If this was supported, anyone without fixed plans but with an overview of where they're headed could log on to the forum. They could then check if anyone was in the locality they were going to.

It would also be useful for up to the minute reports on local sites, spaces, weather, crowds or whatever.

The forum could be used as much or as little as was wanted. Don't feel like company this week? Don't post your whereabouts. Looking forward to meeting new faces? P.M. the poster to set up a casual meet.

Intending to fulltime in Europe very soon, we feel that mhf is a very useful resource. But a specific forum for current location of members when abroad would potentially be a great way to meet up 'as & when'.

What do others think? Enough interest might persuade Father Nuke to start a new forum. . .

Bruce & Marion


----------



## geraldandannie (Jun 4, 2006)

kijana said:


> Enough interest might persuade Father Nuke to start a new forum. . .


Blimey! Has Nuke been elevated to the priesthood already? 8O

I like the sound of this. A bit hard to do, though. You could do a thing like our location map, where you update your specific location as you go. You could then see who's in your area, or in the area you're likely to be. A quick PM to check status of availability, weather, whatever you like, and away you go. The map is *** here ***

Gerald


----------



## baldlygo (Sep 19, 2006)

Sounds like an excellent idea to me. When I launch off in a motorhome (not even got one yet!) it would be nice to know when a friendly contact is nearby.

Paul


----------



## kijana (May 1, 2005)

Hi Gerald & Paul 

Bit thin, then (support for the forum, Paul, not yer barnet!)

An actual map might be a bit tricky, but it could be just the country and nearest big town in the heading, with location details in the text.

If there's not enough interest to set up a dedicated forum, I suppose there's nothing to stop people posting in this one.
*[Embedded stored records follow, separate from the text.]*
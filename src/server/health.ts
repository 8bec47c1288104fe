import "server-only";
import { HeadBucketCommand } from "@aws-sdk/client-s3";
import { sql } from "kysely";
import { db } from "./db/client";
import { mailTransport } from "./mail/transport";
import { bucket, s3 } from "./storage/s3";

export type ServiceState = { status: "up" } | { status: "down"; reason: string };

async function probe(check: () => Promise<unknown>, timeoutMs = 3000): Promise<ServiceState> {
  try {
    await Promise.race([
      check(),
      new Promise((_, reject) => setTimeout(() => reject(new Error(`no answer within ${timeoutMs} ms`)), timeoutMs)),
    ]);
    return { status: "up" };
  } catch (error) {
    // Only a short reason: no URLs, hosts or credentials leave the server.
    const reason = error instanceof Error ? error.name === "Error" ? error.message.split("\n")[0]! : error.name : "unreachable";
    return { status: "down", reason: reason.replace(/\w+:\/\/\S+/g, "<url>").slice(0, 120) };
  }
}

export async function checkHealth() {
  const [database, objectStore, mailRelay] = await Promise.all([
    probe(() => sql`select 1`.execute(db)),
    probe(() => s3.send(new HeadBucketCommand({ Bucket: bucket }))),
    probe(() => mailTransport.verify()),
  ]);
  const ok = [database, objectStore, mailRelay].every((s) => s.status === "up");
  return { status: ok ? "ok" : "degraded", services: { database, objectStore, mailRelay } } as const;
}
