//! PNG plots of result groups, chosen by their `kind` attribute.

use std::path::{Path, PathBuf};
use std::sync::Once;

use plotters::coord::Shift;
use plotters::prelude::*;
use plotters::style::FontStyle;

use super::summary::{axis_label, is_axis_attr, sigma_base, sigma_of};
use super::ReportError;
use crate::output::{self, kind, DataBuf, Dataset, Group, ResultFile};

/// Family name the embedded font is registered under.
const FONT: &str = "sans-serif";
/// DejaVu Sans, character subset (see `engine/assets/fonts/`).
static FONT_BYTES: &[u8] = include_bytes!("../../assets/fonts/DejaVuSans-subset.ttf");

const LINE_SIZE: (u32, u32) = (900, 600);
const MAP_SIZE: (u32, u32) = (900, 700);

fn register_font() {
    static ONCE: Once = Once::new();
    ONCE.call_once(|| {
        plotters::style::register_font(FONT, FontStyle::Normal, FONT_BYTES).unwrap_or_else(|_| {
            panic!("embedded font assets/fonts/DejaVuSans-subset.ttf is not a valid TrueType font")
        });
    });
}

/// What [`plot_all`] did.
#[derive(Debug, Clone, Default, PartialEq)]
pub struct PlotOutcome {
    /// PNG files written.
    pub written: Vec<PathBuf>,
    /// Datasets or groups not plotted, with the reason (layout not as the kind expects).
    pub skipped: Vec<String>,
}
It's just if you have limited internet access it would take too long to trawl all the posts looking for location reports. Would be good if enough people took up the concept, though.

Bruce


----------



## Rapide561 (Oct 1, 2005)

*Meet overseas*

Hi

Your first offer - if you are within 100 miles of Lake Garda, send us an e mail and we will take you for a cappuccino!

Rusky


----------



## 97201 (Jan 7, 2006)

Rapido

Only if Oscar is buying :lol: :lol: :lol: :lol: 

Seriously, I think it is an excellent idea as I plan to be away in the New Year and it would be terrific to meet up with other site members and to find out if they were going to be in my vicinity.

Can we give it a go?

Ian


----------



## kijana (May 1, 2005)

Thanks, Rapido. We don't have plans for Italy at the moment: we're looking at southern Spain or Portugal. Will defo have a crack at Italy somewhen, though.


Hi Ian

I C U R of the RV persuasion, & planning to head south about the same time as us.

Since we are only a county away, in Devon, do you fancy meeting up some time soon? Pub or suchlike halfway for each (we're 15 miles west of Exeter).

PM me if you think this could be worthwhile.

cheers

Bruce


----------



## GypsyRose (May 9, 2005)

We hope to be in southern Spain mid Dec to March approx....anyone??!! Hoping to meet up with C7Ken!!! Great to talk "motorhomes" with others!! Ana x


----------



## kijana (May 1, 2005)

This being the case would you support the idea of a forum dedicated to real time location reports, GypsyRose?

Bruce


----------



## ianhibs (May 1, 2005)

kijana said:


> Now that internet access is so easy, even on the road,
> Bruce & Marion


I don't want to rain on your parade as I think it's a great idea but I do wonder whether it's really that easy.

Having read all the posts on internet access while on the road, I didn't fancy using a mobile at download speeds so I looked into wifi. My "big" (ha! ha!) idea was to use Macdonalds as they are all over the Continent. So I called at my local one today, laptop in hand but I discovered you have to join BT Openzone who will then sell you a voucher for £6 which gives you 1 (yes 1) hours use. Alternatively you can subscribe at £10 or £25 per month (the former giving you 250 minutes per month). So far so good but what about abroad?

So I phoned them and, yes, they have roaming partners abroad but there are additional charges ranging from 8p to 14p a minute for France, Germany and Spain, these being the countries in which I was interested. So for just over 1 hour per week you end up paying £30 per month at the lowest rate.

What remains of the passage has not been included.